In one Python application I currently work on, we've been able to
switch between using lists and Numeric arrays in several places with
very little difficulty.
James T. Dennis
> juen...@informatik.uni-freiburg.de (Ralf Juengling) writes:
>> Why aren't types not the right machinery for specifying the support
>> of a protocol? ...
> The problem is that once you provide a mechanism for requiring
> arguments to be derived from a particular type, people will start
> requiring them to be derived from lots of different types, and some of
> those types won't be interface types.
> The result, in languages that support this, like C++ and Java, is
> tight coupling between classes: class A requires that arguments to its
> bletch() method be derived from class B, which typically means they
> have to inherit class B's bugs and stupid design mistakes, and also
> means that they have to be written by somebody who knew about class B.
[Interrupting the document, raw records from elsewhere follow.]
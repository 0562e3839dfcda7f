package cosmicstrings

import (
	"cmp"
	"errors"
	"fmt"
	"math"
	"math/rand/v2"
	"slices"
	"tautline/models/cosmicstrings/internal/vec"

	"tautline/models/cosmology"
)

// Metastable table layout. The spectrum depends on sqrt(kappa) only through
// t_s, so the table's axes are log10 Gmu, y = log10(t_s/s) and
// v = ln(f/f_*), f_* = 2 a(t_s)/(alpha t_s) being the frequency below which
// Omega vanishes. In these coordinates the edge and the onsets of the
// harmonics (at v = ln k) stay put as t_s moves. The table stores
// R = ln Omega - ln(1 - e^-v), which removes the logarithmic singularity
// of the linear onset of the fundamental mode at v = 0.
const (
	metaGStep   = 0.5
	metaYLo     = -7.0 // log10 t_s: f_* is above 1e-5 Hz below it
	metaYStep   = 0.25
	metaVStep   = 0.2
	metaVMax    = 26.5 // ln(1e-5 Hz / f_*) for t_s = t0 is 26.1
	metaFMargin = 3.0  // rows are computed for f within e^3 of the band
	// DefaultSqrtKappaLo and DefaultSqrtKappaHi bound the default prior of
	// sqrt(kappa): below 7 the cutoff lies above the timing band for most
	// tensions, above 9.5 t_s is later than today for every Gmu >= 1e-14.
	DefaultSqrtKappaLo = 7.0
	DefaultSqrtKappaHi = 9.5
)

var metaMagic = [8]byte{'T', 'L', 'S', 'M', 'E', 'T', 'A', '1'}

// metaAxes returns the table's axes. The t_s axis ends on a node exactly at
// log10 t0: for t_s >= t0 nothing decays before today and the spectrum is
// the stable one, so the spectrum has a kink in t_s at t0 (its derivative
// is non-zero just below and zero above). Rows beyond t0 would put that
// kink inside interpolation stencils; with the last node at t0, the
// stencils near the top use nodes at or below t0 only (the stencil start
// is clamped at the end of the axis), and lnOmega clamps t_s to t0, where
// the interpolation returns the top row, the stable spectrum, exactly.
func metaAxes(lnT0 float64) []gridAxis {
	yHi := lnT0 / math.Ln10
	nY := uint32(math.Ceil((yHi-metaYLo)/metaYStep)) + 2 // one node below metaYLo
	return []gridAxis{
		{Lo: tableGLo - metaGStep, Step: metaGStep, N: uint32(math.Round((tableGHi-tableGLo)/metaGStep)) + 3},
		{Lo: yHi - float64(nY-1)*metaYStep, Step: metaYStep, N: nY},
		{Lo: metaVStep / 2, Step: metaVStep, N: uint32(math.Ceil(metaVMax / metaVStep))},
	}
}

// A MetastableTable holds the metastable spectrum on the grid above for
// fixed MetastableSettings. It is immutable and safe for concurrent use.
type MetastableTable struct {
	gridTable
	s            MetastableSettings
	bg           *cosmology.Background
	lnTLo, lnTHi float64
	// Set by prepare.
	lnTwoPi, lnPlanckTime, lnAlpha, shift float64
	invStep                               [3]float64
	lfsTop, fsTop                         float64 // ln f_* and f_* for t_s >= t0
	lnAT0, lnAStep                        float64 // the background's ln a(ln t) nodes
	lnANodes                              []lnANode
	logTab                                vec.LogTable
	expTab                                expTable
	// data holds the grid's values as float64 (set by widen): lnOmega
	// adds 16 rows of it per call, with one conversion less per value.
	data []float64
}

// Settings returns the settings the table was built or loaded for.
func (t *MetastableTable) Settings() MetastableSettings { return t.s }
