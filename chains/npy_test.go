package chains

import (
	"bytes"
	"encoding/binary"
	"math"
	"math/rand/v2"
	"os"
	"path/filepath"
	"strings"
	"testing"

	"codeberg.org/sbinet/npyio"
	"codeberg.org/sbinet/npyio/npy"
	"gonum.org/v1/gonum/mat"
)

// TestWriteNPYLayout checks WriteNPY's files byte by byte against the .npy
// format specification (NumPy enhancement proposal 1, version 1.0): magic
// "\x93NUMPY", version 1.0, a little-endian uint16 header length, the dict
// literal "{'descr': '<f8', 'fortran_order': False, 'shape': (R, C), }"
// padded with spaces and ended by '\n' so that the whole header is a
// multiple of 64 bytes (what current NumPy writes; the original
// specification asks for 16), then R*C little-endian float64 values in C
// order. The values must come back bit-identical through ReadNPY and
// through the independent reader of the npyio library.
func TestWriteNPYLayout(t *testing.T) {
	cases := []struct {
		rows, cols int
		dict       string
		// dataAt is the data offset worked by hand: 10 bytes of magic,
		// version and length, the dict (59 characters for one-digit
		// dimensions, 62 for "7200, 2") and the newline make 70 or 73,
		// rounded up to the next multiple of 64.
		dataAt int
	}{
		{1, 1, "{'descr': '<f8', 'fortran_order': False, 'shape': (1, 1), }", 128},
		{3, 3, "{'descr': '<f8', 'fortran_order': False, 'shape': (3, 3), }", 128},
		{7200, 2, "{'descr': '<f8', 'fortran_order': False, 'shape': (7200, 2), }", 128},
		{0, 3, "{'descr': '<f8', 'fortran_order': False, 'shape': (0, 3), }", 128},
		{4, 0, "{'descr': '<f8', 'fortran_order': False, 'shape': (4, 0), }", 128},
	}
	src := rand.New(rand.NewPCG(3, 4))
	dir := t.TempDir()
	for _, c := range cases {
		data := make([]float64, c.rows*c.cols)
		for i := range data {
			// Arbitrary bit patterns with a finite exponent, so that any
			// byte-order or rounding slip shows.
			data[i] = math.Float64frombits(src.Uint64()&^(0x7ff<<52) | uint64(src.IntN(0x7ff))<<52)
		}
		if len(data) >= 4 {
			copy(data, []float64{math.Inf(-1), math.Copysign(0, -1), 5e-324, math.MaxFloat64})
		}
		p := filepath.Join(dir, "m.npy")
		if err := WriteNPY(p, c.rows, c.cols, data); err != nil {
			t.Fatal(err)
		}
		b, err := os.ReadFile(p)
		if err != nil {
			t.Fatal(err)
		}
		if len(b) < 10 || string(b[:8]) != "\x93NUMPY\x01\x00" {
			t.Fatalf("%dx%d: magic and version %q", c.rows, c.cols, b[:min(len(b), 8)])
		}
		hlen := int(binary.LittleEndian.Uint16(b[8:]))
		if 10+hlen != c.dataAt || (10+hlen)%64 != 0 {
			t.Errorf("%dx%d: data at byte %d, want %d (a multiple of 64)", c.rows, c.cols, 10+hlen, c.dataAt)
		}
		if len(b) != 10+hlen+8*len(data) {
			t.Fatalf("%dx%d: file %d bytes, want %d", c.rows, c.cols, len(b), 10+hlen+8*len(data))
		}
		want := c.dict + strings.Repeat(" ", hlen-len(c.dict)-1) + "\n"
		if got := string(b[10 : 10+hlen]); got != want {
			t.Errorf("%dx%d: header %q, want %q", c.rows, c.cols, got, want)
		}
		for i, v := range data {
			if got := binary.LittleEndian.Uint64(b[10+hlen+8*i:]); got != math.Float64bits(v) {
				t.Fatalf("%dx%d: value %d on disk %#x, want %#x", c.rows, c.cols, i, got, math.Float64bits(v))
			}
		}

		r, k, got, err := ReadNPY(p)
		if err != nil || r != c.rows || k != c.cols || !sameBits(got, data) {
			t.Errorf("%dx%d: ReadNPY gave %dx%d, %v; values identical: %v", c.rows, c.cols, r, k, err, sameBits(got, data))
		}

		// The library's reader: a gonum matrix for non-empty shapes (it
		// cannot hold an empty one), the parsed header for all.
		nr, err := npy.NewReader(bytes.NewReader(b))
		if err != nil {
			t.Fatalf("%dx%d: npy.NewReader: %v", c.rows, c.cols, err)
		}
		h := nr.Header
		if h.Major != 1 || h.Minor != 0 || strings.Trim(h.Descr.Type, `'"`) != "<f8" || h.Descr.Fortran || len(h.Descr.Shape) != 2 ||
			h.Descr.Shape[0] != c.rows || h.Descr.Shape[1] != c.cols {
			t.Errorf("%dx%d: npy header %+v", c.rows, c.cols, h)
		}
		if len(data) == 0 {
			continue
		}
		var m mat.Dense
		if err := npyio.Read(bytes.NewReader(b), &m); err != nil {
			t.Fatalf("%dx%d: npyio.Read: %v", c.rows, c.cols, err)
		}
		if mr, mc := m.Dims(); mr != c.rows || mc != c.cols || !sameBits(m.RawMatrix().Data, data) {
			t.Errorf("%dx%d: npyio.Read gave %dx%d; values identical: %v", c.rows, c.cols, mr, mc, sameBits(m.RawMatrix().Data, data))
		}
	}
}

// TestNPYHeaderAlignment: the header is a multiple of 64 bytes and ends in
// '\n' for shapes up to the largest an int holds, where the dict literal is
// longest (95 characters, still inside 128 bytes).
func TestNPYHeaderAlignment(t *testing.T) {
	for _, s := range [][2]int{{0, 0}, {1, 1}, {10, 10}, {99999, 7}, {1e9, 1e9}, {math.MaxInt64, math.MaxInt64}} {
		h := npyHeader(s[0], s[1])
		if len(h)%64 != 0 || h[len(h)-1] != '\n' || int(binary.LittleEndian.Uint16(h[8:])) != len(h)-10 {
			t.Errorf("%v: header of %d bytes, length field %d, last byte %q", s, len(h), binary.LittleEndian.Uint16(h[8:]), h[len(h)-1])
		}
	}
}

// sameBits reports whether a and b hold the same float64 bit patterns.
func sameBits(a, b []float64) bool {
	if len(a) != len(b) {
		return false
	}
	for i := range a {
		if math.Float64bits(a[i]) != math.Float64bits(b[i]) {
			return false
		}
	}
	return true
}

// BenchmarkWriteNPY writes a 7200 x 2 posterior.
func BenchmarkWriteNPY(b *testing.B) {
	data := make([]float64, 7200*2)
	for i := range data {
		data[i] = float64(i)
	}
	p := filepath.Join(b.TempDir(), "m.npy")
	b.ReportAllocs()
	for b.Loop() {
		if err := WriteNPY(p, 7200, 2, data); err != nil {
			b.Fatal(err)
		}
	}
}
> In one Python application I currently work on, we've been able to
> switch between using lists and Numeric arrays in several places with
> very little difficulty.
However, we still want *some* way to use the introspection features
in appropriate ways (sometimes for sanity checking, more often for
application specific reasons).
It seems like we can usually replace type tests with try: except:
blocks or we can use hasattr() to test for the method or attribute
that implements the desired object feature. For example, the only
sequence types for which hasattr(x,'isalpha') is true are the string
and user string types. Thus, if I want to write a generalized function
that can recursively iterate over nested containers (lists , tuples, etc
possibly CONTAINING lists, tuples, etc ad nauseum) but DON'T wish to
iterate over strings (which are iterable but are NOT really containers
in most applications) then I can use hasattr(x,'isalpha') as a way to
stop my recursion.
The problem with such generality is that there are always corner
or unaccounted for cases. For my "recursive container iteration"
example, I don't know what I'd use to avoid recursing into mmap objects
if one of those were passed to me. Maybe I'd want to interate on
file or database containers but NOT on chars in an mmap? Obviously
this depends greatly on the task at hand. If at all possible I'll
restructure a specific case into an exception handling block.
From what I can tell hasattr() should work through any form of GoF
Decorator, Adapter, Proxy or similar delegated composition objects
*iff* you can find the appropriate attribute to test for.
Any thoughts on that? Counterexamples?